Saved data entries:
◇ ◇ ◇ ◇ ◇

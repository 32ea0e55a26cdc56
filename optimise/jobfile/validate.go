package jobfile

import (
	"cmp"
	"maps"
	"math"
	"slices"
	"strconv"
	"strings"
	"unicode/utf8"
)

// LoadJob decodes and checks a job file in one pass: every decoding problem (syntax, unknown
// keys, wrong types, bad units, NaN) and every check that needs no analysis (ranges, counts,
// references between blocks), each with file:line:column and key path. It does not look up
// section or grade names, nor analyse the beam.
//
// The error is nil or a Problems. When the file parsed, the Job is returned even with
// problems, decoded as far as it could be, so the caller can add its own checks to the same
// list; when it did not parse (too large, not YAML, empty) the Job is nil.
func LoadJob(file string, data []byte) (*Job, error) {
	job := new(Job)
	d, parsed := decodeFile(file, data, job)
	if !parsed {
		return nil, d.problems.Err()
	}
	c := newChecker(d)
	c.job(job)
	return job, d.problems.Err()
}

// LoadSpliceFile decodes and checks a fixed-splice file like LoadJob does a job file.
func LoadSpliceFile(file string, data []byte) (*SpliceFile, error) {
	sf := new(SpliceFile)
	d, parsed := decodeFile(file, data, sf)
	if !parsed {
		return nil, d.problems.Err()
	}
	c := newChecker(d)
	c.spliceFile(sf)
	return sf, d.problems.Err()
}

// checker adds the semantic checks to a decoder's problems. A value that already failed to
// decode is not checked again (it holds a zero that would only mislead).
type checker struct {
	failedPaths []string // values that did not decode
	out         *Problems
}

func newChecker(d *Decoder) *checker {
	return &checker{failedPaths: slices.Clone(d.failed), out: &d.problems}
}

// add records a problem unless the value it is about, or one containing it, did not decode.
func (c *checker) add(at Loc, format string, args ...any) {
	if len(*c.out) > maxProblems {
		return // the list is full
	}
	for _, p := range c.failedPaths {
		if ancestorOrSelf(p, at.Path) {
			return
		}
	}
	c.out.Add(at, format, args...)
}

// failed reports whether a value at, inside or around the location's path did not decode: a
// check that sums or counts what is inside (the beam length, the number of supports) is then
// left out.
func (c *checker) failed(at Loc) bool {
	return slices.ContainsFunc(c.failedPaths, func(p string) bool {
		return ancestorOrSelf(p, at.Path) || ancestorOrSelf(at.Path, p)
	})
}

// enum checks that a given string is one of the allowed values.
func (c *checker) enum(m Meta, key, what, got string, allowed []string) {
	if !m.Has(key) || slices.Contains(allowed, got) {
		return
	}
	c.add(m.Where(key), "unknown %s %q%s", what, clip(got), oneOf(got, allowed))
}
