// UniformComparison compares the recommended layout with the best of identical splices of the
// same count, e.g. "identical splices: +38.20, one splice type (M20 10.9; ...)".
func UniformComparison(r *optimise.Outcome) string {
	rec := r.Recommended()
	if r.Pick.Kind == optimise.KindUniform {
		if m, ok := mixedOfCount(r, len(rec.Splices)); ok && len(rec.Splices) > 0 {
			return fmt.Sprintf("identical splices by the rule of the job or --uniform: %s against the best mixed layout of %d splice(s) (%s)",
				signedMoney(rec.Cost.Total-m.Cost.Total), len(rec.Splices), money(m.Cost.Total))
		}
		return ""
	}
	for _, u := range r.Identical.ByCount {
		if len(u.Splices) != len(rec.Splices) || len(u.Splices) == 0 {
			continue
		}
		d := u.Cost.Total - rec.Cost.Total
		if math.Abs(d) < 0.005 && sameSplices(u.Splices, rec.Splices) {
			return "identical splices: the recommended layout already uses one splice type"
		}
		return fmt.Sprintf("identical splices: %s, one splice type (%s), at %s m", signedMoney(d), u.Design.Summary, positions(u.Splices))
	}
	return ""
}

func sameSplices(a, b []float64) bool {
	if len(a) != len(b) {
		return false
	}
	for i := range a {
		if a[i] != b[i] {
			return false
		}
	}
	return true
}

// RecommendationRule says why the recommended layout is not simply the cheapest.
func RecommendationRule(r *optimise.Outcome) string {
	switch {
	case r.Pick.Kind == optimise.KindUniform:
		return "recommended: the cheapest layout of identical splices (scan.uniform or --uniform)"
	case r.Rank != optimise.RankCost && r.Rank != "":
		return fmt.Sprintf("recommended by %s (--rank): the listed layout with the %s, cost breaking ties", r.Rank,
			map[optimise.Rank]string{optimise.RankBolts: "fewest bolts", optimise.RankMass: "least plate mass",
				optimise.RankUtilisation: "lowest highest utilisation (most reserve)"}[r.Rank])
	}
	return ""
}

// writeCandidateSummary lists the admissible stretches with their cheapest position, and the
// best positions by the ranking.
func writeCandidateSummary(w io.Writer, r *optimise.Outcome) {
	fmt.Fprintln(w, "Admissible stretches (consecutive positions where a splice may go)")
	tw := Table(w)
	fmt.Fprintln(tw, "from [m]\tto [m]\tpositions\tcheapest\tat [m]\tutilisation\tgoverning check")
	cs := r.Candidates
	for i := 0; i < len(cs); {
		if !cs[i].Feasible {
			i++
			continue
		}
		j, best := i, i
		for j < len(cs) && cs[j].Feasible {
			if cs[j].Design.Cost < cs[best].Design.Cost {
				best = j
			}
			j++
		}
		b := cs[best]
		fmt.Fprintf(tw, "%.3f\t%.3f\t%d\t%s\t%.3f\t%.3f\t%s\n", cs[i].X*ToM, cs[j-1].X*ToM, j-i, money(b.Design.Cost), b.X*ToM,
			b.Design.Utilisation, b.Design.Governing)
		i = j
	}
	tw.Flush()
	ranked := r.DistinctBest(5)
	fmt.Fprintf(w, "\nBest positions by %s (the best of each splice design over each stretch)\n", r.Rank)
	tw = Table(w)
	fmt.Fprintln(tw, "rank\tat [m]\tcost\tbolts\tplates [kg]\tutilisation\tsplice")
	for _, c := range ranked {
		fmt.Fprintf(tw, "%d\t%.3f\t%s\t%d\t%.1f\t%.3f\t%s\n", c.Rank, c.X*ToM, money(c.Design.Cost), c.Design.Bolts,
			c.Design.PlateMass, c.Design.Utilisation, c.Design.Summary)
	}
	tw.Flush()
	fmt.Fprintln(w)
}

// WriteBatchText writes the summary table of a batch.
func WriteBatchText(w io.Writer, outcomes []optimise.BatchOutcome) {
	w = TextWriter(w)
	fmt.Fprintf(w, "spanbreak %s: best layout of each job\n\n", Version())
	tw := Table(w)
	fmt.Fprintln(tw, "file\ttitle\tsplices\tat [m]\tvehicle\ttrips\ttotal\tstatus")
	var errs []string
	for _, o := range outcomes {
		if o.Err != nil {
			status := "failed (below)"
			var inf *optimise.InfeasibleError
			if errors.As(o.Err, &inf) {
				status = "no layout within the limits (below)"
			}
			fmt.Fprintf(tw, "%s\t%s\t\t\t\t\t\t%s\n", Printable(o.File), Printable(o.Title), status)
			msg := o.Err.Error()
			if o.Outcome != nil && len(o.Outcome.Diagnosis) > 0 {
				msg += "\n  why: " + o.Outcome.Diagnosis[0].Message
			}
			errs = append(errs, msg)
			continue
		}
		l := o.Outcome.Recommended()
		vehicle := l.Vehicle
		if vehicle == "" {
			vehicle = "-"
		}
		fmt.Fprintf(tw, "%s\t%s\t%d\t%s\t%s\t%d\t%s\tok\n", Printable(o.File), Printable(o.Title), len(l.Splices), positions(l.Splices), vehicle,
			l.Trips, money(l.Cost.Total))
	}
	tw.Flush()
	if len(errs) > 0 {
		fmt.Fprintln(w, "\nProblems")
		for _, e := range errs {
			fmt.Fprintln(w, e)
		}
	}
	fmt.Fprintf(w, "\n%s\n", Caution)
}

◇ ◇ ◇ ◇ ◇

◆ Assignment ◆
Whenever the word "tutilisation" shows up in a line of the entries, copy that line.

◆ Completed task ◆
	fmt.Fprintln(tw, "from [m]\tto [m]\tpositions\tcheapest\tat [m]\tutilisation\tgoverning check")
	fmt.Fprintln(tw, "rank\tat [m]\tcost\tbolts\tplates [kg]\tutilisation\tsplice")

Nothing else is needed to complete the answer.